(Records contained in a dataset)

══════

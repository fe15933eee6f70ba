"""Changes to a scenario before validation: ``--set`` overrides and ``extends``.

A change is a dotted path into the raw scenario mapping and a new value. Path
segments address mapping keys; inside a list they address the item whose
``name`` equals the segment (or, failing that, a zero-based index), so
``tunnels.main.length`` is the ``length`` of the tunnel named ``main``.
Values keep their units as strings (``"24 m"``); the scenario models convert
them once, exactly as if they had been written in the file.

A scenario file may extend another::

    extends: demo.yaml          # path relative to this file
    changes:
      - set: tunnels.main.length
        value: 24 m
      - set: ovens.oven-2.settings.roast.air_temperature
        value: 185 degC

A change may also append an item to a list (``add``), optionally starting
from a copy of an existing item (``copy_of``, by name); the ``value`` mapping
then holds the fields that differ from the copy, and must give a new
``name``::

      - add: ovens
        copy_of: rack-oven-1
        value: {name: rack-oven-3}
      - add: tunnels.chill-tunnel.fed_by
        value: rack-oven-3

Changes apply in order, after the base file (itself possibly an extension)
is resolved.
"""

from __future__ import annotations

import copy
import os
import stat
from collections.abc import Iterable, Mapping, MutableMapping
from dataclasses import dataclass
from pathlib import Path
from typing import Any

import yaml
from yaml.composer import Composer
from yaml.constructor import SafeConstructor
from yaml.nodes import MappingNode, Node, ScalarNode, SequenceNode
from yaml.parser import Parser
from yaml.reader import Reader, ReaderError
from yaml.resolver import Resolver
from yaml.scanner import Scanner

try:  # libyaml parses about seven times faster than the pure-Python parser
    from yaml._yaml import CParser as _CParser
except ImportError:  # pragma: no cover - PyYAML built without libyaml
    _CParser = None

from optimizer.scenario.units import shown, shown_key


class OverrideError(ValueError):
    """A change names a path that does not exist or is written wrongly."""


MAX_FILE_BYTES = 4 * 1024 * 1024
"""Largest scenario or study file read [bytes] (the demo scenario is about 8 kB)."""
MAX_EXPANDED_SIZE = 1_000_000
"""Largest YAML document accepted, counted after aliases are expanded: one per
value plus the characters of every text [-]. It bounds what validation and
error messages walk; an alias bomb exceeds it at once."""
MAX_NESTING = 40
"""Deepest nesting of lists and mappings accepted in a YAML document [-]."""


class _DocumentTooLarge(yaml.YAMLError):
    """Raised while composing: nesting too deep (with the line)."""

    def __init__(self, message: str, line: int | None) -> None:
        super().__init__(message)
        self.message = message
        self.line = line


class _BoundedComposer(Composer):
    """Composes nodes from parser events, refusing nesting deeper than :data:`MAX_NESTING`."""

    _depth = 0

    def compose_node(self, parent: Node | None, index: Any) -> Node | None:
        self._depth += 1
        try:
            if self._depth > MAX_NESTING:
                mark = self.peek_event().start_mark
                raise _DocumentTooLarge(
                    f"lists and mappings nested deeper than {MAX_NESTING} levels",
                    mark.line + 1 if mark is not None else None,
                )
            return super().compose_node(parent, index)
        finally:
            self._depth -= 1


if _CParser is not None:

    class _BoundedLoader(_BoundedComposer, _CParser, SafeConstructor, Resolver):
        """Safe loader: libyaml's parser (events), composed here with the nesting bound."""

        def __init__(self, stream: str) -> None:
            _CParser.__init__(self, stream)
            _BoundedComposer.__init__(self)
            SafeConstructor.__init__(self)
            Resolver.__init__(self)

else:  # pragma: no cover - PyYAML built without libyaml

    class _BoundedLoader(_BoundedComposer, Reader, Scanner, Parser, SafeConstructor, Resolver):  # type: ignore[no-redef]
        """Safe loader in pure Python, with the nesting bound."""

        def __init__(self, stream: str) -> None:
            Reader.__init__(self, stream)
            Scanner.__init__(self)
            Parser.__init__(self)
            _BoundedComposer.__init__(self)
            SafeConstructor.__init__(self)
            Resolver.__init__(self)


def _construct_int(loader: yaml.SafeLoader, node: ScalarNode) -> int:
    digits = sum(ch.isdigit() for ch in node.value)
    if digits > 1000:  # Python refuses to read integers of more than 4300 digits
        raise _DocumentTooLarge(
            f"a number of {digits} digits; accepted: numbers up to about 1e308",
            node.start_mark.line + 1,
        )
    return SafeConstructor.construct_yaml_int(loader, node)


_BoundedLoader.add_constructor("tag:yaml.org,2002:int", _construct_int)


def _expanded(node: Node, sizes: dict[int, tuple[int, int]], open_: set[int]) -> tuple[int, int]:
    """(size, depth) of ``node`` with aliases expanded; memoised on shared nodes.

    Walks in document order, so every alias target is measured before its
    first use and the recursion stays within the composed depth.
    """
    key = id(node)
    if key in sizes:
        return sizes[key]
    if key in open_:
        raise _DocumentTooLarge(
            "an alias refers to a value that contains it", node.start_mark.line + 1
        )
    if isinstance(node, ScalarNode):
        result = (1 + len(node.value), 1)
    else:
        open_.add(key)
        children: list[Node] = []
        if isinstance(node, SequenceNode):
            children = list(node.value)
        elif isinstance(node, MappingNode):
            children = [part for pair in node.value for part in pair]
        size, depth = 1, 0
        for child in children:
            s, d = _expanded(child, sizes, open_)
            size, depth = size + s, max(depth, d)
            if size > MAX_EXPANDED_SIZE:
                raise _DocumentTooLarge(
                    f"expands to more than {MAX_EXPANDED_SIZE:,} values and characters "
                    "(aliases of aliases); write the values out",
                    node.start_mark.line + 1,
                )
        if depth + 1 > MAX_NESTING:
            raise _DocumentTooLarge(
                f"lists and mappings nested deeper than {MAX_NESTING} levels (through aliases)",
                node.start_mark.line + 1,
            )
        open_.discard(key)
        result = (size, depth + 1)
    sizes[key] = result
    return result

══════

DESCRIPTION OF THE TASK — Write the entries above out again. Match them exactly.

OUTPUT OF THE EXERCISE —
repository fe15933eee6f70ba
"""Changes to a scenario before validation: ``--set`` overrides and ``extends``.

A change is a dotted path into the raw scenario mapping and a new value. Path
segments address mapping keys; inside a list they address the item whose
``name`` equals the segment (or, failing that, a zero-based index), so
``tunnels.main.length`` is the ``length`` of the tunnel named ``main``.
Values keep their units as strings (``"24 m"``); the scenario models convert
them once, exactly as if they had been written in the file.

A scenario file may extend another::

    extends: demo.yaml          # path relative to this file
    changes:
      - set: tunnels.main.length
        value: 24 m
      - set: ovens.oven-2.settings.roast.air_temperature
        value: 185 degC

A change may also append an item to a list (``add``), optionally starting
from a copy of an existing item (``copy_of``, by name); the ``value`` mapping
then holds the fields that differ from the copy, and must give a new
``name``::

      - add: ovens
        copy_of: rack-oven-1
        value: {name: rack-oven-3}
      - add: tunnels.chill-tunnel.fed_by
        value: rack-oven-3

Changes apply in order, after the base file (itself possibly an extension)
is resolved.
"""

from __future__ import annotations

import copy
import os
import stat
from collections.abc import Iterable, Mapping, MutableMapping
from dataclasses import dataclass
from pathlib import Path
from typing import Any

import yaml
from yaml.composer import Composer
from yaml.constructor import SafeConstructor
from yaml.nodes import MappingNode, Node, ScalarNode, SequenceNode
from yaml.parser import Parser
from yaml.reader import Reader, ReaderError
from yaml.resolver import Resolver
from yaml.scanner import Scanner

try:  # libyaml parses about seven times faster than the pure-Python parser
    from yaml._yaml import CParser as _CParser
except ImportError:  # pragma: no cover - PyYAML built without libyaml
    _CParser = None

from optimizer.scenario.units import shown, shown_key


class OverrideError(ValueError):
    """A change names a path that does not exist or is written wrongly."""


MAX_FILE_BYTES = 4 * 1024 * 1024
"""Largest scenario or study file read [bytes] (the demo scenario is about 8 kB)."""
MAX_EXPANDED_SIZE = 1_000_000
"""Largest YAML document accepted, counted after aliases are expanded: one per
value plus the characters of every text [-]. It bounds what validation and
error messages walk; an alias bomb exceeds it at once."""
MAX_NESTING = 40
"""Deepest nesting of lists and mappings accepted in a YAML document [-]."""


class _DocumentTooLarge(yaml.YAMLError):
    """Raised while composing: nesting too deep (with the line)."""

    def __init__(self, message: str, line: int | None) -> None:
        super().__init__(message)
        self.message = message
        self.line = line


class _BoundedComposer(Composer):
    """Composes nodes from parser events, refusing nesting deeper than :data:`MAX_NESTING`."""

    _depth = 0

    def compose_node(self, parent: Node | None, index: Any) -> Node | None:
        self._depth += 1
        try:
            if self._depth > MAX_NESTING:
                mark = self.peek_event().start_mark
                raise _DocumentTooLarge(
                    f"lists and mappings nested deeper than {MAX_NESTING} levels",
                    mark.line + 1 if mark is not None else None,
                )
            return super().compose_node(parent, index)
        finally:
            self._depth -= 1


if _CParser is not None:

    class _BoundedLoader(_BoundedComposer, _CParser, SafeConstructor, Resolver):
        """Safe loader: libyaml's parser (events), composed here with the nesting bound."""

        def __init__(self, stream: str) -> None:
            _CParser.__init__(self, stream)
            _BoundedComposer.__init__(self)
            SafeConstructor.__init__(self)
            Resolver.__init__(self)

else:  # pragma: no cover - PyYAML built without libyaml

    class _BoundedLoader(_BoundedComposer, Reader, Scanner, Parser, SafeConstructor, Resolver):  # type: ignore[no-redef]
        """Safe loader in pure Python, with the nesting bound."""

        def __init__(self, stream: str) -> None:
            Reader.__init__(self, stream)
            Scanner.__init__(self)
            Parser.__init__(self)
            _BoundedComposer.__init__(self)
            SafeConstructor.__init__(self)
            Resolver.__init__(self)


def _construct_int(loader: yaml.SafeLoader, node: ScalarNode) -> int:
    digits = sum(ch.isdigit() for ch in node.value)
    if digits > 1000:  # Python refuses to read integers of more than 4300 digits
        raise _DocumentTooLarge(
            f"a number of {digits} digits; accepted: numbers up to about 1e308",
            node.start_mark.line + 1,
        )
    return SafeConstructor.construct_yaml_int(loader, node)


_BoundedLoader.add_constructor("tag:yaml.org,2002:int", _construct_int)


def _expanded(node: Node, sizes: dict[int, tuple[int, int]], open_: set[int]) -> tuple[int, int]:
    """(size, depth) of ``node`` with aliases expanded; memoised on shared nodes.

    Walks in document order, so every alias target is measured before its
    first use and the recursion stays within the composed depth.
    """
    key = id(node)
    if key in sizes:
        return sizes[key]
    if key in open_:
        raise _DocumentTooLarge(
            "an alias refers to a value that contains it", node.start_mark.line + 1
        )
    if isinstance(node, ScalarNode):
        result = (1 + len(node.value), 1)
    else:
        open_.add(key)
        children: list[Node] = []
        if isinstance(node, SequenceNode):
            children = list(node.value)
        elif isinstance(node, MappingNode):
            children = [part for pair in node.value for part in pair]
        size, depth = 1, 0
        for child in children:
            s, d = _expanded(child, sizes, open_)
            size, depth = size + s, max(depth, d)
            if size > MAX_EXPANDED_SIZE:
                raise _DocumentTooLarge(
                    f"expands to more than {MAX_EXPANDED_SIZE:,} values and characters "
                    "(aliases of aliases); write the values out",
                    node.start_mark.line + 1,
                )
        if depth + 1 > MAX_NESTING:
            raise _DocumentTooLarge(
                f"lists and mappings nested deeper than {MAX_NESTING} levels (through aliases)",
                node.start_mark.line + 1,
            )
        open_.discard(key)
        result = (size, depth + 1)
    sizes[key] = result
    return result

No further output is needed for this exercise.